David Baazov Walks Away from Amaya Buyout

    David Baazov
    David Baazov Walks Away from Amaya Buyout

    David Baazov Walks Away from Amaya Buyout

    Despite his seemingly very keen interest in purchasing the Canadian gambling giant Amaya, David Baazov officially announced he is withdrawing his buyout offer. The decision came after discussions with Amaya shareholders, which unveiled some of them had their minds set on premiums higher than Baazov and his financial backers were willing to pay.

    Difficult Decision for Baazov

    The former CEO and a major shareholder in the company, Baazov had a very serious intention to take the Canadian company private. He secured financing through several global funds willing to support his idea. Baazov even made a very generous offer of C$24 per share, which was significantly higher than the shares’ market value at the time of the proposal.

    When one of the backers announced they weren’t interested, the former CEO wasn’t overly concerned. He restructured the deal, convincing the rest of the investors to increase their commitments. Everything seemed in place for the big buyout Baazov has been planning since February this year. The only thing missing was a confirmation from the Amaya’s Board of Directors.

    Negotiations Come to an End

    While Baazov kept emphasizing he was very serious about the deal, some of the Amaya’s shareholders didn’t share this feeling. They expressed their concerns about the transparency of Baazov’s financing plan. Some of the shareholders felt like the deal of this magnitude should offer much more clarity with regards to funding.

    This was the first red flag things might not go as planned for Baazov and his investors. These fears came to fruition when the two parties sat down to talk the deal details. According to the former CEO, some shareholders asked for a premium that wasn’t in line with what the group was willing to offer.

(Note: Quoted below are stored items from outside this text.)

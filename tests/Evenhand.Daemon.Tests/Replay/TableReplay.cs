using System.Globalization;
using System.Text;

namespace Evenhand.Daemon.Tests.Replay;

/// <summary>A published table of counts, expanded to one row a person and replayed under a charter made for it.</summary>
internal sealed class TableReplay
{
    private readonly StringBuilder _rows = new("group,stratum,decision\n");
    private readonly List<string> _groups = [];
    private readonly List<string> _strata = [];

    /// <summary>Confidence level of the charter.</summary>
    public double Level { get; init; } = 0.95;

    /// <summary>The group compared with; null takes the one with the highest rate.</summary>
    public string? Reference { get; init; }

    /// <summary>Adds people of a group; the group <c>null</c> stands for a label that is not known.</summary>
    public TableReplay Add(string? group, long events, long others, string stratum = "")
    {
        AddNew(_groups, group);
        AddNew(_strata, stratum);
        AddRows(group, stratum, "yes", events);
        AddRows(group, stratum, "no", others);
        return this;
    }

    /// <summary>Replays the rows.</summary>
    public ReplayedSnapshot Run()
    {
        using WorkFolder folder = new();
        return InProcessReplay.Run(folder.Write("table.yaml", CharterText()), folder.Write("table.csv", _rows.ToString()));
    }

    private static void AddNew(List<string> list, string? text)
    {
        if (!string.IsNullOrEmpty(text) && !list.Contains(text))
        {
            list.Add(text);
        }
    }

    private static string Quoted(IEnumerable<string> texts) => string.Join(", ", texts.Select(t => $"\"{t}\""));

    private void AddRows(string? group, string stratum, string decision, long count)
    {
        for (long i = 0; i < count; i++)
        {
            _rows.Append(group).Append(',').Append(stratum).Append(',').Append(decision).Append('\n');
        }
    }

    private string CharterText()
    {
        string reference = Reference is null ? "" : $", reference: \"{Reference}\"";
        string groups = _groups.Count == 0 ? "" : $"groups: [{{ name: group, at: group, values: [{Quoted(_groups)}]{reference} }}]";
        string adjust = _strata.Count == 0 ? "" : $$"""
            inputs: [{ name: stratum, at: stratum, values: [{{Quoted(_strata)}}] }]
            adjust: [{ field: stratum, why: "as published" }]
            """;
        return string.Create(CultureInfo.InvariantCulture, $$"""
            charter: table
            decision: { at: decision, favourable: ["yes"], unfavourable: ["no"] }
            {{groups}}
            {{adjust}}
            minimum_count: 1
            minimum_cell: 0
            level: {{Level}}
            """);
    }
}
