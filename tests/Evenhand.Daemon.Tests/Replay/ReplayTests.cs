using System.Globalization;
using System.IO.Compression;
using System.Text;
using System.Text.Json.Nodes;
using Evenhand.Daemon.Tests.Processes;
using Evenhand.Testing;

namespace Evenhand.Daemon.Tests.Replay;

/// <summary>What <c>evenhand replay</c> promises of its results, over small made-up streams, run as a process.</summary>
public sealed class ReplayTests : IDisposable
{
    private static readonly string[] Parts = ["used", "other", "rejected", "late", "ahead", "duplicate", "held", "excluded"];

    private readonly WorkFolder _folder = new();
    private readonly string _charter;

    public ReplayTests() => _charter = _folder.Write("grants.yaml", HarbourTown.Charter);

    public void Dispose() => _folder.Dispose();

    [Fact]
    public void Replay_SameInputTwice_GivesTheSameBytes()
    {
        string input = Grants(HarbourTown.Stream(300, river: 8, hill: 5));
        byte[] first = Snapshot("first.json", input);
        ProgramRun printed = ProgramRun.Replay(_charter, input, "--json", "--out", _folder.At("second.json"));
        Assert.Equal(first, File.ReadAllBytes(_folder.At("second.json")));
        Assert.Equal(File.ReadAllText(_folder.At("second.json")) + "\n", printed.Out);
    }

    [Theory]
    [InlineData(1)]
    [InlineData(7)]
    [InlineData(4096)]
    public void Replay_AnyBatchSize_GivesTheSameBytes(int size)
    {
        string input = Grants(Mixed());
        Assert.Equal(Snapshot("usual.json", input), Snapshot("sized.json", input, "--batch-size", size.ToString(CultureInfo.InvariantCulture)));
    }

    [Fact]
    public void Replay_AsOf_LeavesLaterRecordsOut()
    {
        string input = Grants(HarbourTown.Stream(100, river: 8, hill: 5));
        JsonObject whole = ProgramRun.Replay(_charter, input, "--json").Document;
        JsonObject cut = ProgramRun.Replay(_charter, input, "--json", "--as-of", HarbourTown.At(60)).Document;
        Assert.Equal((100, 0), (Count(whole, "used"), Count(whole, "excluded")));
        Assert.Equal((60, 40), (Count(cut, "used"), Count(cut, "excluded")));
        Assert.Equal(HarbourTown.At(60), (string?)cut["as_of"]);
        Assert.Equal(HarbourTown.At(60), (string?)cut["created_at"]);
    }

    [Fact]
    public void Replay_TheSameRecordsInTwoFiles_CountsTheSecondAsDuplicates()
    {
        string lines = HarbourTown.Stream(50, river: 8, hill: 5);
        JsonObject once = ProgramRun.Replay(_charter, Grants(lines), "--json").Document;
        JsonObject twice = ProgramRun.Replay(_charter, Grants(lines), _folder.Write("again.ndjson", lines), "--json").Document;
        Assert.Equal((100, 50, 50), (Count(twice, "read"), Count(twice, "used"), Count(twice, "duplicate")));
        Assert.Equal(once["readings"]!.ToJsonString(), twice["readings"]!.ToJsonString());
    }

    [Fact]
    public void Records_OfEveryKind_AreCountedApartAndAddUp()
    {
        JsonObject document = ProgramRun.Replay(_charter, Grants(Mixed()), "--json", "--as-of", HarbourTown.At(300)).Document;
        Assert.Equal([200, 1, 6, 1, 1, 1, 0, 1], Parts.Select(p => Count(document, p)));
        Assert.Equal(Count(document, "read"), Parts.Sum(p => Count(document, p)));
        string reasons = document["records"]!["rejected_by_reason"]!.ToJsonString();
        Assert.Equal("""{"bad_time":1,"blank_line":1,"malformed_json":1,"missing_decision":1,"missing_id":1,"unknown_decision":1}""", reasons);
    }

    [Fact]
    public void Replay_Stdin_EqualsTheFileExceptForTheSourcesName()
    {
        string lines = HarbourTown.Stream(120, river: 8, hill: 5);
        JsonObject file = ProgramRun.Replay(_charter, Grants(lines), "--json").Document;
        JsonObject pipe = ProgramRun.ReplayStdin(lines, _charter, "-", "--json").Document;
        Assert.Equal("file:grants.ndjson", (string?)file["sources"]![0]!["source"]);
        Assert.Equal("file:stdin", (string?)pipe["sources"]![0]!["source"]);
        foreach (JsonObject document in new[] { file, pipe })
        {
            document["sources"]![0]!["source"] = "";
            document.Remove("sha256");
        }

        Assert.Equal(file.ToJsonString(), pipe.ToJsonString());
    }

    [Fact]
    public void Replay_ByteOrderMarkAndLineEndsOfWindows_ChangeNoReading()
    {
        string lines = HarbourTown.Stream(120, river: 8, hill: 5);
        JsonObject plain = ProgramRun.Replay(_charter, Grants(lines), "--json").Document;
        string other = _folder.Write("other.ndjson", "\uFEFF" + lines.Replace("\n", "\r\n", StringComparison.Ordinal));
        Assert.Equal(plain["readings"]!.ToJsonString(), ProgramRun.Replay(_charter, other, "--json").Document["readings"]!.ToJsonString());
    }

    [Fact]
    public void Replay_RejectedRecords_LeaveTheExitStatusAlone()
    {
        ProgramRun run = ProgramRun.Replay(_charter, Grants("{\nnot json\n" + HarbourTown.Stream(10, river: 8, hill: 5)));
        Assert.Equal(0, run.ExitCode);
        Assert.Contains("2 refused as malformed_json, the first at ", Assert.Single(run.ErrorLines), StringComparison.Ordinal);
        Assert.EndsWith("grants.ndjson:1", run.ErrorLines[0], StringComparison.Ordinal);
    }

    [Fact]
    public void Replay_EveryLineRejected_StillWritesASnapshot()
    {
        ProgramRun run = ProgramRun.Replay(_charter, Grants("[]\n[]\n7\n"), "--json");
        Assert.Equal(0, run.ExitCode);
        Assert.Equal((3, 0, 3), (Count(run.Document, "read"), Count(run.Document, "used"), Count(run.Document, "rejected")));
        Assert.Equal("no-used-records", (string?)run.Document["alerts"]![0]!["alert"]);
    }

    [Fact]
    public void Replay_EmptyNdjson_IsARunOverNothing()
    {
        ProgramRun run = ProgramRun.Replay(_charter, Grants(""), "--json");
        Assert.Equal((0, 0L), (run.ExitCode, Count(run.Document, "read")));
        Assert.Contains("--as-of", Assert.Single(run.ErrorLines), StringComparison.Ordinal);
    }

    [Fact]
    public void Replay_FailOnAlert_ExitsOneOnlyWhereAnAlertIsOpen()
    {
        string apart = _folder.Write("apart.ndjson", HarbourTown.Stream(400, river: 8, hill: 4));
        string even = _folder.Write("even.ndjson", HarbourTown.Stream(400, river: 8, hill: 8));
        ProgramRun open = ProgramRun.Replay(_charter, apart, "--json", "--fail-on-alert");
        ProgramRun closed = ProgramRun.Replay(_charter, even, "--json", "--fail-on-alert");
        Assert.Equal((1, 0), (open.ExitCode, closed.ExitCode));
        Assert.Equal("language-ratio", (string?)Assert.Single(open.Document["alerts"]!.AsArray())!["alert"]);
        Assert.Empty(closed.Document["alerts"]!.AsArray());
        Assert.Equal(0, ProgramRun.Replay(_charter, apart).ExitCode);
    }

    [Fact]
    public void Outcomes_JoinedById_CountOnlyWithinTheTimeAllowed()
    {
        string decisions = Grants(HarbourTown.Stream(40, river: 8, hill: 5));
        double day = 24 * 60;
        string outcomes = _folder.Write("outcomes.ndjson", string.Concat(
            Enumerable.Range(0, 20).Select(i => Outcome(HarbourTown.CaseOf(i), 10 * day, i % 4 < 2 ? "true" : "false"))
                .Append(Outcome(HarbourTown.CaseOf(20), 40 * day, "true"))      // later than 30 days
                .Append(Outcome(HarbourTown.CaseOf(21), -10, "true"))           // before its decision
                .Append(Outcome(HarbourTown.CaseOf(0), 11 * day, "false"))      // a second one of its case
                .Append(Outcome("elsewhere", 10 * day, "true"))
                .Append(Outcome(HarbourTown.CaseOf(22), 10 * day, "perhaps"))));
        ProgramRun run = ProgramRun.Replay(_charter, decisions, "--outcomes", outcomes, "--json", "--as-of", HarbourTown.At(60 * day));
        Assert.Equal(
            """{"duplicate":1,"excluded":0,"matched":20,"outside":2,"read":25,"rejected":1,"unmatched":1}""",
            run.Document["outcomes"]!.ToJsonString());
        JsonNode rate = Reading(run.Document, "outcome_rate", null);
        Assert.Equal((20L, 0.5), ((long)rate["count"]!, (double)rate["value"]!));
    }

    [Fact]
    public void Outcomes_AfterTheAsOf_AreNotKnownYet()
    {
        string decisions = Grants(HarbourTown.Stream(40, river: 8, hill: 5));
        const double Day = 24 * 60;
        string outcomes = _folder.Write("outcomes.ndjson", string.Concat(
            Enumerable.Range(0, 20).Select(i => Outcome(HarbourTown.CaseOf(i), (i < 15 ? 3 : 10) * Day, "true"))));
        JsonObject document = ProgramRun.Replay(_charter, decisions, "--outcomes", outcomes, "--json", "--as-of", HarbourTown.At(5 * Day)).Document;
        Assert.Equal(
            """{"duplicate":0,"excluded":5,"matched":15,"outside":0,"read":20,"rejected":0,"unmatched":0}""",
            document["outcomes"]!.ToJsonString());
        Assert.Equal(15, (long)Reading(document, "outcome_rate", null)["count"]!);
    }

    [Fact]
    public void Outcomes_OfACaseDecidedTwice_ServeBothDecisionsAndCountOnce()
    {
        const double Day = 24 * 60;
        string patient = _folder.Write("patient.yaml", HarbourTown.Charter.Replace("ahead: 30m", "ahead: 30d", StringComparison.Ordinal));
        string decisions = Grants(
            string.Concat(Enumerable.Range(0, 12).Select(i => HarbourTown.Record($"c{i}", i, "river", "fast_track")))
            + HarbourTown.Record("c0", 2 * Day, "river", "manual_review"));
        string outcomes = _folder.Write("outcomes.ndjson", string.Concat(Enumerable.Range(0, 12).Select(i => Outcome($"c{i}", 5 * Day, "true"))));
        JsonObject document = ProgramRun.Replay(patient, decisions, "--outcomes", outcomes, "--json", "--as-of", HarbourTown.At(9 * Day)).Document;
        Assert.Equal(
            """{"duplicate":0,"excluded":0,"matched":12,"outside":0,"read":12,"rejected":0,"unmatched":0}""",
            document["outcomes"]!.ToJsonString());
        Assert.Equal(13, (long)Reading(document, "outcome_rate", null)["count"]!);
    }

    [Fact]
    public void Replay_GzipInTwoMembers_EqualsThePlainFileInEveryReading()
    {
        string first = HarbourTown.Stream(60, river: 8, hill: 5);
        string second = HarbourTown.Record("z1", 61, "hill", "fast_track");
        JsonObject plain = ProgramRun.Replay(_charter, Grants(first + second), "--json").Document;
        File.WriteAllBytes(_folder.At("grants.ndjson.gz"), [.. Packed(first), .. Packed(second)]);
        JsonObject packed = ProgramRun.Replay(_charter, _folder.At("grants.ndjson.gz"), "--json").Document;
        Assert.Equal(61, Count(packed, "used"));
        Assert.Equal(plain["readings"]!.ToJsonString(), packed["readings"]!.ToJsonString());
    }

    [Fact]
    public void Table_OfAnOpenDataset_ShowsCountsRatesAndTheCaution()
    {
        ProgramRun run = ProgramRun.Replay(
            TestData.Path("charters/open/mortgage.yaml"),
            TestData.Path("hmda_boston_1990.csv"),
            "--as-of",
            "2031-01-01T00:00:00Z");
        Assert.Equal((0, ""), (run.ExitCode, run.Error));
        foreach (string text in new[] { "2,380 records read", "339", "243", "71.7 (66.7 to 76.2)", "-19.1", "0.790", "undecided", "No alert is open.", "no clearance" })
        {
            Assert.Contains(text, run.Out, StringComparison.Ordinal);
        }
    }

    [Fact]
    public void Table_WithManyRejected_NamesTheAlertAndItsNumbers()
    {
        string lines = HarbourTown.Stream(60, river: 8, hill: 5) + string.Concat(Enumerable.Repeat("{\n", 40));
        ProgramRun run = ProgramRun.Replay(_charter, Grants(lines));
        Assert.Contains("page rejected-share: 0.4 (", run.Out, StringComparison.Ordinal);
        Assert.Contains("limit 0.05 (40 of 100 records rejected)", run.Out, StringComparison.Ordinal);
    }

    [Fact]
    public void Groups_BelowTheMinimumCell_AreWithheldWithEnoughOthersToHideThem()
    {
        string lines = HarbourTown.Stream(200, river: 8, hill: 5)
            + string.Concat(Enumerable.Range(0, 7).Select(i => HarbourTown.Record($"k{i}", 200 + i, "coast", i < 3 ? "fast_track" : "manual_review")));
        JsonObject document = ProgramRun.Replay(_charter, Grants(lines), "--json").Document;
        Assert.Equal(207, (long)Reading(document, "selection_rate", null)["count"]!);
        JsonObject coast = Reading(document, "selection_rate", "coast");
        Assert.True((bool)coast["suppressed"]!);
        Assert.Null(coast["count"]);
        Assert.False(coast.ContainsKey("value") && coast["value"] is not null);

        // Were both others published, the total would give the coast away.
        Assert.Contains(new[] { "river", "hill" }, group => Reading(document, "selection_rate", group)["suppressed"] is not null);
        JsonObject open = ProgramRun.Replay(_folder.Write("open.yaml", HarbourTown.Charter + "\nminimum_cell: 0\n"), Grants(lines), "--json").Document;
        Assert.Equal(7, (long)Reading(open, "selection_rate", "coast")["count"]!);
    }

    private static string Outcome(string id, double minute, string upheld) =>
        $$"""{"case":"{{id}}","decided_at":"{{HarbourTown.At(minute)}}","upheld":"{{upheld}}"}""" + "\n";

    private static byte[] Packed(string text)
    {
        using MemoryStream packed = new();
        using (GZipStream gzip = new(packed, CompressionLevel.Optimal, leaveOpen: true))
        {
            gzip.Write(Encoding.UTF8.GetBytes(text));
        }

        return packed.ToArray();
    }

    /// <summary>200 sound records, and one or more of everything that is counted apart.</summary>
    private static string Mixed() =>
        HarbourTown.Stream(199, river: 8, hill: 5)
        + HarbourTown.Record("w1", 190, "hill", "withdrawn")
        + HarbourTown.Record("n1", 198, "not_stated", "fast_track")
        + "{\"case\":\n"
        + "\n"
        + HarbourTown.Record("u1", 190, "hill", "maybe")
        + HarbourTown.Record("", 190, "hill", "fast_track")
        + """{"case":"b1","decided_at":"yesterday","language":"hill","decision":"fast_track"}""" + "\n"
        + """{"case":"b2","decided_at":"2031-03-01T09:00:00Z","language":"hill"}""" + "\n"
        + HarbourTown.Record("l1", 100, "hill", "fast_track")
        + HarbourTown.Record("c10", 199, "hill", "fast_track")
        + HarbourTown.Record("a1", 260, "river", "fast_track")
        + HarbourTown.Record("x1", 5000, "river", "fast_track");

    private static long Count(JsonObject document, string name) => (long)document["records"]![name]!;

    private static JsonObject Reading(JsonObject document, string measure, string? group) => document["readings"]!.AsArray()
        .Select(r => r!.AsObject())
        .Single(r => (string?)r["window"] == "all" && (string?)r["measure"] == measure && (string?)r["basis"] == "observed"
            && (string?)r["group"] == group);

    private string Grants(string lines) => _folder.Write("grants.ndjson", lines);

    private byte[] Snapshot(string name, string input, params string[] options)
    {
        Assert.Equal(0, ProgramRun.Replay([_charter, input, "--out", _folder.At(name), .. options]).ExitCode);
        return File.ReadAllBytes(_folder.At(name));
    }
}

In light of these demands, they decided to terminate the negotiations.

    Will Baazov Return?

    David Baazov has been trying to purchase the entire company since February 2016. Already having 17% share in the gambling giant, he was firmly convinced taking company private was the right thing to do. However, after the latest negotiations fell through, he will probably have to give up for good.

    The former CEO admitted as much in his statement. Baazov wished the best of luck to his former colleagues at Amaya, once again emphasizing he wanted to arrive at a solution that was in everyone’s best interest.

    Amaya, the company behind the biggest online poker site PokerStars, is once again open to other possibilities. Prior to Baazov’s proposal, they were looking into a merger with William Hill, but that didn’t materialize as the UK giant didn’t feel the merger was a right move for the company.